- Data for the task -
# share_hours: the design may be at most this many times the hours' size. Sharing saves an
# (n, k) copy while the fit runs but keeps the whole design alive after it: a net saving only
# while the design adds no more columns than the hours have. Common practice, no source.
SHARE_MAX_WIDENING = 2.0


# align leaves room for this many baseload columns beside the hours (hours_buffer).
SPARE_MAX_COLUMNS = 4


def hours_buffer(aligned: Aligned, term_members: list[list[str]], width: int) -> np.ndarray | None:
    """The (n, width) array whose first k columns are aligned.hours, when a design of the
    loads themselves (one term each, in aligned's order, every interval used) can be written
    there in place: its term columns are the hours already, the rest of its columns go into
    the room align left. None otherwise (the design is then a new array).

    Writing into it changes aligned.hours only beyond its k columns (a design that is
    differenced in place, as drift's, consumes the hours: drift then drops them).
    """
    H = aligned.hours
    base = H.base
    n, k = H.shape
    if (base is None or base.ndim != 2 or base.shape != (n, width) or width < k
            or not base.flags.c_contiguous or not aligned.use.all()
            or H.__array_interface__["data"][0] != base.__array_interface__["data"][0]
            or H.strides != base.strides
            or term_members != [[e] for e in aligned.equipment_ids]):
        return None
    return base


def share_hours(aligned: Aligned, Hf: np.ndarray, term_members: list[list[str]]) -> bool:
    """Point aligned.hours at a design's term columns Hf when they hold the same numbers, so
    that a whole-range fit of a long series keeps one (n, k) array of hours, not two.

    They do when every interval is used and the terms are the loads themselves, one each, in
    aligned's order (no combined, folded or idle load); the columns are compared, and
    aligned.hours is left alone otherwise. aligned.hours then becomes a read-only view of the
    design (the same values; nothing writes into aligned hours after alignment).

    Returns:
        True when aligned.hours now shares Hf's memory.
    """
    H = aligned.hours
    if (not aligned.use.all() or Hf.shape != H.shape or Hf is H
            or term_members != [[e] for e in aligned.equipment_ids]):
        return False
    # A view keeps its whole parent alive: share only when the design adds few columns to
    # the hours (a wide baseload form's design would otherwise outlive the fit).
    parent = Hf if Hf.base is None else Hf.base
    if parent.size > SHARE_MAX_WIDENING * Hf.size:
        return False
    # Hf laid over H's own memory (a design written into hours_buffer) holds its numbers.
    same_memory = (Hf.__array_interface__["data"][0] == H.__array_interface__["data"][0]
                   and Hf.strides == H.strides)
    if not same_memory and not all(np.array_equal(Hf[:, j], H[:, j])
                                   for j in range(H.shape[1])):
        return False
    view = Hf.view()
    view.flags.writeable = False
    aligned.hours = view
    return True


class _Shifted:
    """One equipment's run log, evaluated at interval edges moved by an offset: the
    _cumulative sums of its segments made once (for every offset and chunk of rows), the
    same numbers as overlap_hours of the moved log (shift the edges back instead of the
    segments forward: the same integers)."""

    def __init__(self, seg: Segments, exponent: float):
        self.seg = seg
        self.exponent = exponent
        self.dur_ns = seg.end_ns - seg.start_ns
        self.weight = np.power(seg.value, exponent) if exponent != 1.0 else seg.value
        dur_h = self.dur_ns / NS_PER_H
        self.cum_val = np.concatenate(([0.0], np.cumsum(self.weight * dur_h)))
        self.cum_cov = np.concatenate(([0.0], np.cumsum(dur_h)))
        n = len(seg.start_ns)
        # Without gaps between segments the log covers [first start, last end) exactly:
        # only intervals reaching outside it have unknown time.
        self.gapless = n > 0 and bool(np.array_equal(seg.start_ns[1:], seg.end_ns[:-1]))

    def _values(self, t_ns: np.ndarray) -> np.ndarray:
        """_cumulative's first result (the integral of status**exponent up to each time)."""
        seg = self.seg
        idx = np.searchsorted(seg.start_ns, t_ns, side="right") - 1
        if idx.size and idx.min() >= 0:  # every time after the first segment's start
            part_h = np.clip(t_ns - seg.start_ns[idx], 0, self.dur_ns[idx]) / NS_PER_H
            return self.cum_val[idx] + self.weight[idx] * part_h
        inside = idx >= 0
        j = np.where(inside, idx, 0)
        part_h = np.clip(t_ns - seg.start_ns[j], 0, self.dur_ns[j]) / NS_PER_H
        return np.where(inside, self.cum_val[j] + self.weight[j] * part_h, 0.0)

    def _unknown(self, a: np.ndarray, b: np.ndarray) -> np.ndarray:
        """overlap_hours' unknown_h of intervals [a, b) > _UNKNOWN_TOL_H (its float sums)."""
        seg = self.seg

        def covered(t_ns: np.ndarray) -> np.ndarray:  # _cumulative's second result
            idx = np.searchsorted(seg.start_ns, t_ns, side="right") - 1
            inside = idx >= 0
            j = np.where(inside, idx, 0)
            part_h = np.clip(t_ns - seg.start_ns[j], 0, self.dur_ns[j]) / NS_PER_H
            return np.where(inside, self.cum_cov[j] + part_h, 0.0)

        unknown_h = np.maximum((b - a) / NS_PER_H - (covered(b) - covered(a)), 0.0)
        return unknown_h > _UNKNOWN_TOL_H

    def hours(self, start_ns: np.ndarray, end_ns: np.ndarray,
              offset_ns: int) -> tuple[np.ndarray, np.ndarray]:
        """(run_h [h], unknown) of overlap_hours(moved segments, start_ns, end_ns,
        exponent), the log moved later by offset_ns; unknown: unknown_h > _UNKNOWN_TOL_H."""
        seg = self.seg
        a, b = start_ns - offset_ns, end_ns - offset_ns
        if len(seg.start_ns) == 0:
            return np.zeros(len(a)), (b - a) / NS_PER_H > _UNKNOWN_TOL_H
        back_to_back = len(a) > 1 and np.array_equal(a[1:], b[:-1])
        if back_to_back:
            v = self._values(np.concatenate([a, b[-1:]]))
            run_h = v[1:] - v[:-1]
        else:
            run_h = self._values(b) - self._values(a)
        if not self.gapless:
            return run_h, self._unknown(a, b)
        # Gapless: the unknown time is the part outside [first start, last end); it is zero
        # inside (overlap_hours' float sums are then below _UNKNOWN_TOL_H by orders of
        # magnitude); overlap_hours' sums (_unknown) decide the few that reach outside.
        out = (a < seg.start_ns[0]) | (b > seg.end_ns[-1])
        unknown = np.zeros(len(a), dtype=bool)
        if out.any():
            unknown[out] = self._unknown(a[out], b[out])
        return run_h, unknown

- What is required -
A verbatim copy of all the entries above is requested.

- Your solution -
# share_hours: the design may be at most this many times the hours' size. Sharing saves an
# (n, k) copy while the fit runs but keeps the whole design alive after it: a net saving only
# while the design adds no more columns than the hours have. Common practice, no source.
SHARE_MAX_WIDENING = 2.0


# align leaves room for this many baseload columns beside the hours (hours_buffer).
SPARE_MAX_COLUMNS = 4


def hours_buffer(aligned: Aligned, term_members: list[list[str]], width: int) -> np.ndarray | None:
    """The (n, width) array whose first k columns are aligned.hours, when a design of the
    loads themselves (one term each, in aligned's order, every interval used) can be written
    there in place: its term columns are the hours already, the rest of its columns go into
    the room align left. None otherwise (the design is then a new array).

    Writing into it changes aligned.hours only beyond its k columns (a design that is
    differenced in place, as drift's, consumes the hours: drift then drops them).
    """
    H = aligned.hours
    base = H.base
    n, k = H.shape
    if (base is None or base.ndim != 2 or base.shape != (n, width) or width < k
            or not base.flags.c_contiguous or not aligned.use.all()
            or H.__array_interface__["data"][0] != base.__array_interface__["data"][0]
            or H.strides != base.strides
            or term_members != [[e] for e in aligned.equipment_ids]):
        return None
    return base


def share_hours(aligned: Aligned, Hf: np.ndarray, term_members: list[list[str]]) -> bool:
    """Point aligned.hours at a design's term columns Hf when they hold the same numbers, so
    that a whole-range fit of a long series keeps one (n, k) array of hours, not two.

    They do when every interval is used and the terms are the loads themselves, one each, in
    aligned's order (no combined, folded or idle load); the columns are compared, and
    aligned.hours is left alone otherwise. aligned.hours then becomes a read-only view of the
    design (the same values; nothing writes into aligned hours after alignment).

    Returns:
        True when aligned.hours now shares Hf's memory.
    """
    H = aligned.hours
    if (not aligned.use.all() or Hf.shape != H.shape or Hf is H
            or term_members != [[e] for e in aligned.equipment_ids]):
        return False
    # A view keeps its whole parent alive: share only when the design adds few columns to
    # the hours (a wide baseload form's design would otherwise outlive the fit).
    parent = Hf if Hf.base is None else Hf.base
    if parent.size > SHARE_MAX_WIDENING * Hf.size:
        return False
    # Hf laid over H's own memory (a design written into hours_buffer) holds its numbers.
    same_memory = (Hf.__array_interface__["data"][0] == H.__array_interface__["data"][0]
                   and Hf.strides == H.strides)
    if not same_memory and not all(np.array_equal(Hf[:, j], H[:, j])
                                   for j in range(H.shape[1])):
        return False
    view = Hf.view()
    view.flags.writeable = False
    aligned.hours = view
    return True


class _Shifted:
    """One equipment's run log, evaluated at interval edges moved by an offset: the
    _cumulative sums of its segments made once (for every offset and chunk of rows), the
    same numbers as overlap_hours of the moved log (shift the edges back instead of the
    segments forward: the same integers)."""

    def __init__(self, seg: Segments, exponent: float):
        self.seg = seg
        self.exponent = exponent
        self.dur_ns = seg.end_ns - seg.start_ns
        self.weight = np.power(seg.value, exponent) if exponent != 1.0 else seg.value
        dur_h = self.dur_ns / NS_PER_H
        self.cum_val = np.concatenate(([0.0], np.cumsum(self.weight * dur_h)))
        self.cum_cov = np.concatenate(([0.0], np.cumsum(dur_h)))
        n = len(seg.start_ns)
        # Without gaps between segments the log covers [first start, last end) exactly:
        # only intervals reaching outside it have unknown time.
        self.gapless = n > 0 and bool(np.array_equal(seg.start_ns[1:], seg.end_ns[:-1]))

    def _values(self, t_ns: np.ndarray) -> np.ndarray:
        """_cumulative's first result (the integral of status**exponent up to each time)."""
        seg = self.seg
        idx = np.searchsorted(seg.start_ns, t_ns, side="right") - 1
        if idx.size and idx.min() >= 0:  # every time after the first segment's start
            part_h = np.clip(t_ns - seg.start_ns[idx], 0, self.dur_ns[idx]) / NS_PER_H
            return self.cum_val[idx] + self.weight[idx] * part_h
        inside = idx >= 0
        j = np.where(inside, idx, 0)
        part_h = np.clip(t_ns - seg.start_ns[j], 0, self.dur_ns[j]) / NS_PER_H
        return np.where(inside, self.cum_val[j] + self.weight[j] * part_h, 0.0)

    def _unknown(self, a: np.ndarray, b: np.ndarray) -> np.ndarray:
        """overlap_hours' unknown_h of intervals [a, b) > _UNKNOWN_TOL_H (its float sums)."""
        seg = self.seg

        def covered(t_ns: np.ndarray) -> np.ndarray:  # _cumulative's second result
            idx = np.searchsorted(seg.start_ns, t_ns, side="right") - 1
            inside = idx >= 0
            j = np.where(inside, idx, 0)
            part_h = np.clip(t_ns - seg.start_ns[j], 0, self.dur_ns[j]) / NS_PER_H
            return np.where(inside, self.cum_cov[j] + part_h, 0.0)

        unknown_h = np.maximum((b - a) / NS_PER_H - (covered(b) - covered(a)), 0.0)
        return unknown_h > _UNKNOWN_TOL_H

    def hours(self, start_ns: np.ndarray, end_ns: np.ndarray,
              offset_ns: int) -> tuple[np.ndarray, np.ndarray]:
        """(run_h [h], unknown) of overlap_hours(moved segments, start_ns, end_ns,
        exponent), the log moved later by offset_ns; unknown: unknown_h > _UNKNOWN_TOL_H."""
        seg = self.seg
        a, b = start_ns - offset_ns, end_ns - offset_ns
        if len(seg.start_ns) == 0:
            return np.zeros(len(a)), (b - a) / NS_PER_H > _UNKNOWN_TOL_H
        back_to_back = len(a) > 1 and np.array_equal(a[1:], b[:-1])
        if back_to_back:
            v = self._values(np.concatenate([a, b[-1:]]))
            run_h = v[1:] - v[:-1]
        else:
            run_h = self._values(b) - self._values(a)
        if not self.gapless:
            return run_h, self._unknown(a, b)
        # Gapless: the unknown time is the part outside [first start, last end); it is zero
        # inside (overlap_hours' float sums are then below _UNKNOWN_TOL_H by orders of
        # magnitude); overlap_hours' sums (_unknown) decide the few that reach outside.
        out = (a < seg.start_ns[0]) | (b > seg.end_ns[-1])
        unknown = np.zeros(len(a), dtype=bool)
        if out.any():
            unknown[out] = self._unknown(a[out], b[out])
        return run_h, unknown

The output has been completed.